亮「いや〜、便利すぎる! これなら荷物持ち放題だな!」


あんな「……でも、パパが一番楽しそうなのがちょっと不安」


みゆ「まぁ、チート級なら役立つでしょ。保存もできるし」


亮「よし! これで準備は万端だな!」


そう言って両腕を広げ、草原の風を胸いっぱいに吸い込む。


見渡せば、地平線の向こうにうっすらと青白い山が見えるだけ。町どころか、ひとっこひとりいない。

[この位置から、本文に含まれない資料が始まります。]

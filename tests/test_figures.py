"""Behaviour tests of the figure set: panels, units, colour scales, stippling, saving, labels.

Inputs are small invented arrays (no science is checked here: the figures only draw what they
are given). Rendering uses the Agg backend.
"""

from __future__ import annotations

import io
import math
import warnings

import matplotlib

matplotlib.use("Agg")

import numpy as np
import pandas as pd
import pytest
import xarray as xr
from cartopy.mpl.geoaxes import GeoAxes
from matplotlib import cbook
from matplotlib.collections import PathCollection, QuadMesh
from matplotlib.figure import Figure

from westerlies.errors import ConfigError, CoordinateError, InputError, InputWarning
from westerlies.figures import (
    cross_correlation,
    dataset_colors,
    difference_maps,
    index_distributions,
    jet_densities,
    jet_latitude_speed,
    memory_functions,
    nao_patterns,
    occupancy_bars,
    persistence_survival,
    regime_maps,
    save,
    scorecard,
)

HOSTILE = "<b>a/b</b> $x$"
LABELS = ["ctrl", "warm-sst", HOSTILE]
REGIMES = ["NAO+", "NAO-", "Scandinavian blocking", "Atlantic ridge"]
PNG_SIGNATURE = b"\x89PNG\r\n\x1a\n"  # PNG specification (ISO/IEC 15948), section 5.2
LAT = np.arange(20.0, 81.0, 10.0)
LON = np.arange(-90.0, 41.0, 10.0)


def _field(labels=LABELS, scale=1.0, seed=0, units="m") -> xr.DataArray:
    rng = np.random.default_rng(seed)
    data = scale * rng.standard_normal((len(labels), LAT.size, LON.size))
    return xr.DataArray(
        data,
        dims=("dataset", "lat", "lon"),
        coords={"dataset": labels, "lat": LAT, "lon": LON},
        attrs={"units": units},
    )


def _on_dataset(values, labels=LABELS) -> xr.DataArray:
    return xr.DataArray(values, dims="dataset", coords={"dataset": labels})
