function annunciateOne(inc: DraftIncident, work: Work): void {
  const told = inc.told;
  if (inc.closed !== null) {
    if (told.closed) return;
    told.closed = true;
    cancelEscalations(inc, work, 'closed');
    const note = inc.closed.note === undefined ? '' : `: ${inc.closed.note}`;
    // An incident the history no longer produces carries no findings (incidentFold.ts): the message names what it stood on.
    const setAside = setAsideText(inc.closed, inc.withdrawnEvidence ?? []);
    if (inc.announced !== null) tellReached(inc, work, 'wearshift.incident.closed', `${closureText(inc.closed)}${note}${setAside === '' ? '' : `; ${setAside}`}`);
    return;
  }
  const ack = inc.acknowledged;
  const shelved = shelvedAt(inc, work.now);
  // Reopened after a closing that was told (`told.closed` still set): those told of the closing hear of the reopening
  // with its first live sample (below), and until then it stays told as closed. Acknowledged or shelved since, someone
  // has seen it open; never announced, its announcement covers it.
  if (told.closed && (ack !== null || shelved || inc.announced === null)) told.closed = false;
  let ackWithdrawn = false;
  if (ack !== null && told.acknowledgedAt !== ack.at) {
    told.acknowledgedAt = ack.at;
    cancelEscalations(inc, work, 'acknowledged');
    if (!shelved) tellReached(inc, work, 'wearshift.incident.acknowledged', `acknowledged by ${ack.by}${ack.note === undefined ? '' : `: ${ack.note}`}`);
  } else if (ack === null && told.acknowledgedAt !== null) {
    told.acknowledgedAt = null;
    ackWithdrawn = true;
  }
  if (shelved) {
    if (told.shelvedUntil !== inc.shelved!.until) {
      told.shelvedUntil = inc.shelved!.until;
      cancelEscalations(inc, work, 'shelved');
      const until = Date.parse(inc.shelved!.until);
      work.effects.push({ kind: 'schedule-escalation', key: `${inc.id}:shelving-ends:0:${until}`, incidentId: inc.id, tier: 0, at: inc.shelved!.until, reason: 'shelving-ends' });
    }
    return;
  }
  const shelvingEnded = told.shelvedUntil !== null;
  told.shelvedUntil = null;
  if (inc.announced === null) {
    if (!inc.live || !(inc.lastLive || shelvingEnded)) return;
    announce(inc, work, 'wearshift.incident.opened', announcementReason(inc, 'wearshift.incident.opened'), true);
  } else if (told.closed && inc.lastLive) {
    // A closed incident that came back is a new unacknowledged alarm situation (ISA-18.2): announced to tier 0 as
    // news, its escalation chain started again from tier 0 — also when it has returned to normal since (the later
    // tiers then wait for it to turn active). Its next closing is news again.
    told.closed = false;
    told.returnedAt = inc.alarm === 'returned' ? lastReturn(inc) : null;
    announce(inc, work, 'wearshift.incident.updated', reopenedReason(inc, newEvidence(inc)), true);
  } else if (inc.alarm === 'active' && (inc.lastLive || shelvingEnded)) {
    // Those told of a return to normal hear that it is active again, once.
    const activeAgain = told.returnedAt !== null;
    told.returnedAt = null;
    const news = newEvidence(inc);
    if (news !== null) announce(inc, work, 'wearshift.incident.updated', `new evidence: ${news}${activeAgain ? '; active again after it had returned to normal' : ''}${ackWithdrawn ? '; acknowledgement withdrawn, acknowledge again' : ''}`, ackWithdrawn || shelvingEnded);
    else if (ackWithdrawn) {
      // Evidence beyond what was acknowledged, though not beyond what was ever announced (the severity fell before the
      // acknowledgement and rose again): the acknowledgement is withdrawn, so the chain starts again — an
      // unacknowledged active alarm is never left silent.
      const withdrawn = [...inc.timeline].reverse().find((e) => e.kind === 'unacknowledged');
      announce(inc, work, 'wearshift.incident.updated', `acknowledgement withdrawn: ${withdrawn?.reason ?? 'new evidence'}; acknowledge again`, true);
    } else if (ack === null && shelvingEnded) announce(inc, work, 'wearshift.incident.updated', 'shelving ended; still active and unacknowledged', true);
    else if (ack === null && (activeAgain || restingChain(inc, work))) {
      // Active again after a return to normal, still unacknowledged: the chain, whose checks found nothing to tell
      // while it had returned, goes on (a tier that fell due meanwhile is told at once).
      if (activeAgain) tellReached(inc, work, 'wearshift.incident.updated', 'active again after it had returned to normal; still not acknowledged');
      advanceEscalation(inc, work);
    }
  }
  if (inc.alarm === 'returned') {
    const returned = lastReturnEntry(inc);
    if (returned !== null && told.returnedAt !== returned.sampleId && ack === null && inc.lastLive) {
      told.returnedAt = returned.sampleId;
      tellReached(inc, work, 'wearshift.incident.returned', returnedReason(inc, returned));
    }
  }
  // Otherwise the escalation goes on by its scheduled checks (applyEscalationCheck).
}
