function recentBasis(r: { readonly trend: ProjectedTrend; readonly hours: number; readonly intervals: number; readonly weight: number }): NonNullable<ForecastBasis['recent']> {
  const c = r.trend.acceleration;
  return {
    weight: r.weight,
    intervals: r.intervals,
    hours: r.hours,
    level: r.trend.level,
    rate: r.trend.rate,
    levelSd: Math.sqrt(r.trend.levelVariance),
    rateSd: Math.sqrt(r.trend.rateVariance),
    ...(c !== undefined && { rateChange: c.value, rateChangeSd: Math.sqrt(c.variance) }),
  };
}

/** The time at which the component reaches `oilHours` (from the latest sample's time, at its recent hours per day). */
function atTime(oilHours: number, nowOil: number, hoursPerDay: number, lastTime: number): string {
  return new Date(lastTime + (Math.max(0, oilHours - nowOil) / hoursPerDay) * DAY_MS).toISOString();
}

function timeOf(oilHours: number, nowOil: number, hoursPerDay: number | null, lastTime: number): ForecastTime {
  const hoursFromNow = Math.max(0, oilHours - nowOil);
  const date = hoursPerDay === null ? undefined : new Date(lastTime + (hoursFromNow / hoursPerDay) * DAY_MS).toISOString().slice(0, 10);
  return { oilHours, hoursFromNow, ...(date !== undefined && { date }) };
}

/** Operating hours per calendar day over the recent unit-hours readings; null with less than a day between them or no running. */
export function hoursPerDayOf(usage: readonly UsagePoint[]): number | null {
  const first = usage[0];
  const last = usage.at(-1);
  if (first === undefined || last === undefined) return null;
  const days = (last.time - first.time) / DAY_MS;
  const hours = last.unitHours - first.unitHours;
  if (!(days >= 1) || !(hours > 0)) return null;
  return Math.min(24, hours / days);
}

export type { ForecastTrack };
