/**
 * Of an incident closed because a responder rejected its sample: the sampling findings that put the sample in doubt,
 * which the word agreed with, in the closing message: "the sampling findings it was raised on were borne out: sample
 * (duplicated bottle, caution) of sample GB-8-L1". Empty when there are none.
 */
export function borneOutText(findings: readonly Pick<Finding, 'measurand' | 'rule' | 'check' | 'severity' | 'sampleId'>[] | undefined): string {
  const listed = findingsOfSamples(findings);
  return listed === '' ? '' : `${BORNE_OUT}: ${listed}`;
}

/** "Fe (limit, caution), sample (duplicated bottle, caution) of sample D-16-2": a sample-wide finding by its check in words. */
function findingsOfSamples(findings: readonly Pick<Finding, 'measurand' | 'rule' | 'check' | 'severity' | 'sampleId'>[] | undefined): string {
  if (findings === undefined || findings.length === 0) return '';
  const samples = [...new Set(findings.map((f) => f.sampleId))];
  return samples.map((id) => `${findings.filter((f) => f.sampleId === id).map((f) => `${subjectOf(f)} (${foundByWords(f)}, ${f.severity})`).join(', ')} of sample ${id}`).join('; ');
}

const WITHDRAWN_WORDS: Record<WithdrawnBecause, string> = { acknowledged: 'acknowledged', shelved: 'shelved', closed: 'closed', returned: 'returned to normal' };

/**
 * A message event's targets for people, each one held back marked so, with why: "webhook:duty-manager (not sent:
 * acknowledged meanwhile)", or, when an earlier attempt ended without an answer, "(not sent again: … meanwhile; an
 * attempt begun at … may have reached it)". The board carries a copy.
 */
export function notifiedTargetsText(entry: Pick<NotifiedEntry, 'targets' | 'withdrawn'>): string {
  return entry.targets
    .map((target) => {
      const held = entry.withdrawn?.find((w) => w.target === target);
      if (held === undefined) return target;
      if (held.attemptedAt === undefined) return `${target} (not sent: ${WITHDRAWN_WORDS[held.because]} meanwhile)`;
      return `${target} (not sent again: ${WITHDRAWN_WORDS[held.because]} meanwhile; an attempt begun at ${held.attemptedAt} may have reached it)`;
    })
    .join(', ');
}

export function findIncident(state: ComponentIncidents, incidentId: string): Incident | undefined {
  return Object.values(state.incidents).find((i) => i.id === incidentId);
}
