/// Options shared by all schemes (each uses what applies to it).
#[derive(Clone)]
pub struct SchemeOptions {
    /// Stopping rule for iterative schemes.
    pub stop: StopRule,
    /// Starting point rule for the masked mean.
    pub init: InitRule,
    /// Number of starts for the masked mean's multi-start check (1 = off).
    pub starts: usize,
    /// Seed for anything random (extra starts).
    pub seed: u64,
    /// Called after every accepted iteration (progress display).
    pub observer: Option<Observer>,
    /// λ of `diagonal-loading` (load = λ·trace/p).
    pub loading: f64,
    /// α of `shrinkage`, in (0, 1].
    pub shrinkage: f64,
    /// Samples per trial, when known: `shrinkage` then takes each trial's
    /// OAS intensity instead of the fixed α.
    pub samples: Option<usize>,
    /// Rank of `subspace` (None = the documented rule).
    pub rank: Option<usize>,
    /// Electrode positions on the unit sphere by channel name (for
    /// `spherical-spline`; by name so that channel subsets keep working).
    pub positions: Option<Arc<std::collections::BTreeMap<String, [f64; 3]>>>,
    /// A starting point for `airm-observed` and the schemes that end in a
    /// Karcher mean of full-size matrices (re-solves after small changes to
    /// the data: leave-one-channel-out, bootstrap, validation folds). Used
    /// only when its size is the set's channel count (and, for the Karcher
    /// schemes, it is positive definite); a scheme that averages in other
    /// coordinates (`subspace`) ignores it.
    pub warm_start: Option<Arc<Mat>>,
    /// Regularise every observed block before averaging (regularise-then-average).
    pub regularize: Option<regularize::Regularizer>,
    /// Degrees of freedom `n` of the trial covariances: when set, schemes
    /// that support it ([`AveragingScheme::corrects_scale`]) divide each
    /// observed block by `e^{c(k_i, n)}` first, so that the Riemannian mean
    /// estimates the population covariance (src/spd/wishart.rs).
    pub scale_correction: Option<f64>,
    /// Huber threshold of `airm-observed-huber` as a multiple of the median
    /// distance of the trials to the squared-distance masked mean.
    pub huber: f64,
    /// Precondition the masked mean's solver when channels are covered
    /// unequally (docs/masked-mean.md, "Preconditioning"). On by default;
    /// off reproduces the plain L-BFGS run (for checks and benchmarks).
    pub precondition: bool,
    /// With `precondition`, eliminate the rows of rarely observed channels
    /// exactly for each step of the others' block when the set suits it
    /// (docs/masked-mean.md, "Rarely observed channels"). On by default;
    /// off leaves the band-fitted preconditioner alone (checks, benchmarks).
    pub eliminate_rare: bool,
}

あんな「このままじゃ野宿になっちゃうよ! まず町探そ!」


みゆ「そうだね。とりあえず行ってみよう」


三人は草原を歩きながら、方角もわからぬまま進み始める。


亮「おっけー! 家族そろって異世界初冒険だー!」


あんな「もう……パパって、どこ行っても楽しそうだねー」


みゆ「ていうか、“勇者”ってどうなったの?」


亮「うむ。“お米の祝福”がある限り、きっとそのうち炊ける!」


あんな&みゆ「……いや、何を?」



こうして――

勇者(?)パパと、ツッコミ担当(?)の娘たちによる

ツッコミどころ満載な家族の異世界スローライフ(?)が、静かに始まった――!